Even energy companies that don’t convert to MLPs still can take advantage of an array of tax breaks, so they might not end up sending much to Uncle Sam anyway. “The government is not giving up much tax revenue on these structures,” says Tim Finn, a lawyer at Latham & Watkins that specializes in MLPs. “The main reason companies form MLPs is so they can sell off these assets and get a higher valuation for them.”
But there most certainly seems to be a tax benefit as well. At the very least, becoming an MLP cuts out a layer of corporate taxation that companies would normally have to pay on that income. And Burke says a growing number of hedge funds and pension funds are making their investments into MLPs through shell companies that allow them to avoid paying some or all of the taxes on their MLP investments.

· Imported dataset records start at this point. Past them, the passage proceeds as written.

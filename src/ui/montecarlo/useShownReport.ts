// The report the depth-dose and CF views draw: the latest calculation from the compute worker,
// which already carries the page's Monte Carlo run while that run belongs to the case being edited
// (merged, calibrated and flagged in the worker: src/compute/calculationService).
import { useMemo } from 'react';
import { monteCarloRunKey } from '../../compute/monteCarloRunKey';
import type { CalcReport } from '../../contract/reports';
import { toCaseFile } from '../../state/editorCase';
import { useAppStore } from '../../state/store';

/**
 * The run key of the case being edited with the page's water source and dose convention
 * (src/compute/monteCarloRunKey).
 */
export function useCurrentMcCaseKey(): string {
  const present = useAppStore((s) => s.history.present);
  const waterSource = useAppStore((s) => s.waterSource);
  const doseTo = useAppStore((s) => s.check.doseTo);
  return useMemo(
    () => monteCarloRunKey(toCaseFile(present), { kind: waterSource }, doseTo),
    [present, waterSource, doseTo],
  );
}

export function useShownReport(): CalcReport | null {
  return useAppStore((s) => s.calc.report);
}
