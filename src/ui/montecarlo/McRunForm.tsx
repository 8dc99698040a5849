// The run settings: histories (presets or typed, checked with a message), seed, Start and
// Cancel. The dose convention is the page's (one choice for every method), shown here.
import { useId } from 'react';
import { HISTORY_PRESETS, groupDigits, parseHistories, parseSeed, type Parsed } from './mcRunModel';
import { patchMcForm, useMcForm } from './mcRunner';
import { doseQuantityLabel } from '../../engine/dose/doseQuantity';
import { useAppStore } from '../../state/store';

export interface McRunFormProps {
  running: boolean;
  /** Why Start is not possible (invalid case), or null. */
  blocked: string | null;
  onStart: (histories: number, seed: number) => void;
  onCancel: () => void;
}

function messageOf<T>(p: Parsed<T>): string | null {
  return p.ok ? null : p.message;
}

export function McRunForm({ running, blocked, onStart, onCancel }: McRunFormProps) {
  const form = useMcForm();
  const doseTo = useAppStore((s) => s.check.doseTo);
  const id = useId();
  const histories = parseHistories(form.historiesText);
  const seed = parseSeed(form.seedText);
  const canStart = histories.ok && seed.ok && !blocked && !running;
  return (
    <form
      className="mc-form"
      onSubmit={(e) => {
        e.preventDefault();
        if (canStart) onStart(histories.value, seed.value);
      }}
    >
      <fieldset className="field">
        <legend>Histories per run (case, water and calibration runs each)</legend>
        <div className="mc-presets">
          {HISTORY_PRESETS.map((p) => (
            <button
              key={p.histories}
              type="button"
              data-testid={`mc-preset-${p.histories}`}
              aria-pressed={histories.ok && histories.value === p.histories}
              disabled={running}
              onClick={() => patchMcForm({ historiesText: String(p.histories) })}
            >
              {p.label}
            </button>
          ))}
        </div>
        <div className={histories.ok ? 'field' : 'field invalid'}>
          <label htmlFor={`${id}-h`}>Histories (typed; 2e5, 1 000 000 accepted)</label>
          <input
            id={`${id}-h`}
            data-testid="mc-histories"
            type="text"
            inputMode="numeric"
            value={form.historiesText}
            disabled={running}
            aria-invalid={!histories.ok}
            aria-describedby={`${id}-hm`}
            onChange={(e) => patchMcForm({ historiesText: e.target.value })}
          />
          <span id={`${id}-hm`} className={histories.ok ? 'hint' : 'field-message'} role="status">
            {histories.ok ? `${groupDigits(histories.value)} histories` : messageOf(histories)}
          </span>
        </div>
      </fieldset>
      <div className="row">
        <div className={seed.ok ? 'field' : 'field invalid'}>
          <label htmlFor={`${id}-s`}>Seed (same seed, same result)</label>
          <input
            id={`${id}-s`}
            data-testid="mc-seed"
            type="text"
            inputMode="numeric"
            value={form.seedText}
            disabled={running}
            aria-invalid={!seed.ok}
            onChange={(e) => patchMcForm({ seedText: e.target.value })}
          />
          {seed.ok ? null : <span className="field-message">{messageOf(seed)}</span>}
        </div>
        <p className="hint" data-testid="mc-dose-to">
          Scored as dose to medium; reported as {doseQuantityLabel(doseTo)}, the page&apos;s choice
          for every method (Dose reported as, above the charts).
        </p>
      </div>
      <div className="mc-actions">
        <button type="submit" data-testid="mc-start" disabled={!canStart}>
          Start
        </button>
        <button type="button" data-testid="mc-cancel" disabled={!running} onClick={onCancel}>
          Cancel
        </button>
        {blocked ? <span className="field-message">{blocked}</span> : null}
      </div>
    </form>
  );
}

What’s more, some energy companies do a follow-on IPO where they turn their remaining ownership stake into another separate MLP, cutting their tax bill further.
MLP critics say the idea that the companies wouldn’t pay more if they were typical filers is based on the current tax code. Both sides of the corporate tax debate agree that we need to eliminate deductions in order to lower the overall tax rate companies pay. Cutting out deductions is likely to hit energy companies more than others.

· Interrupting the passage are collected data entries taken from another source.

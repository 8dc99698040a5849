// The report the depth-dose and CF views draw: the latest calculation plus the Monte Carlo curve
// of the page's run while that run belongs to the case being edited (live while it runs).
import { useMemo } from 'react';
import type { CalcReport } from '../../compute/calculateCase';
import { useMonteCarloStore } from '../../state/monteCarloStore';
import { useAppStore } from '../../state/store';
import { partialRunNote, withMonteCarloMethod } from './mergeMonteCarlo';
import { isRunCurrent, monteCarloCaseKey } from './mcRunModel';

/** The key of the case being edited, as the Monte Carlo run store keys runs. */
export function useCurrentMcCaseKey(): string {
  const present = useAppStore((s) => s.history.present);
  const waterSource = useAppStore((s) => (s as { waterSource?: string }).waterSource);
  const doseTo = useAppStore((s) => s.doseTo);
  return useMemo(
    () => monteCarloCaseKey(present, waterSource, doseTo),
    [present, waterSource, doseTo],
  );
}

export function useShownReport(): CalcReport | null {
  const report = useAppStore((s) => s.calc.report);
  const runKey = useMonteCarloStore((s) => s.caseKey);
  const method = useMonteCarloStore((s) => s.result?.method);
  const note = useMonteCarloStore((s) => partialRunNote(s.status));
  const currentKey = useCurrentMcCaseKey();
  const current = isRunCurrent(runKey, currentKey);
  return useMemo(
    () => withMonteCarloMethod(report, method, current, note),
    [report, method, current, note],
  );
}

SunCoke, which produces a raw material that is used to fuel blast furnaces that turn iron ore into steel, went public earlier this year as an MLP. According to its offering statements, the company said it paid $10 million in taxes in the first half of 2012, an effective tax rate of 30%. After converting to an MLP, SunCoke (SXC) said it expected its tax bill to drop to zero.
“Why would you let a whole sector get out of paying taxes?” says Burke. “That’s going to make it a lot harder to reduce the rate on everyone else.”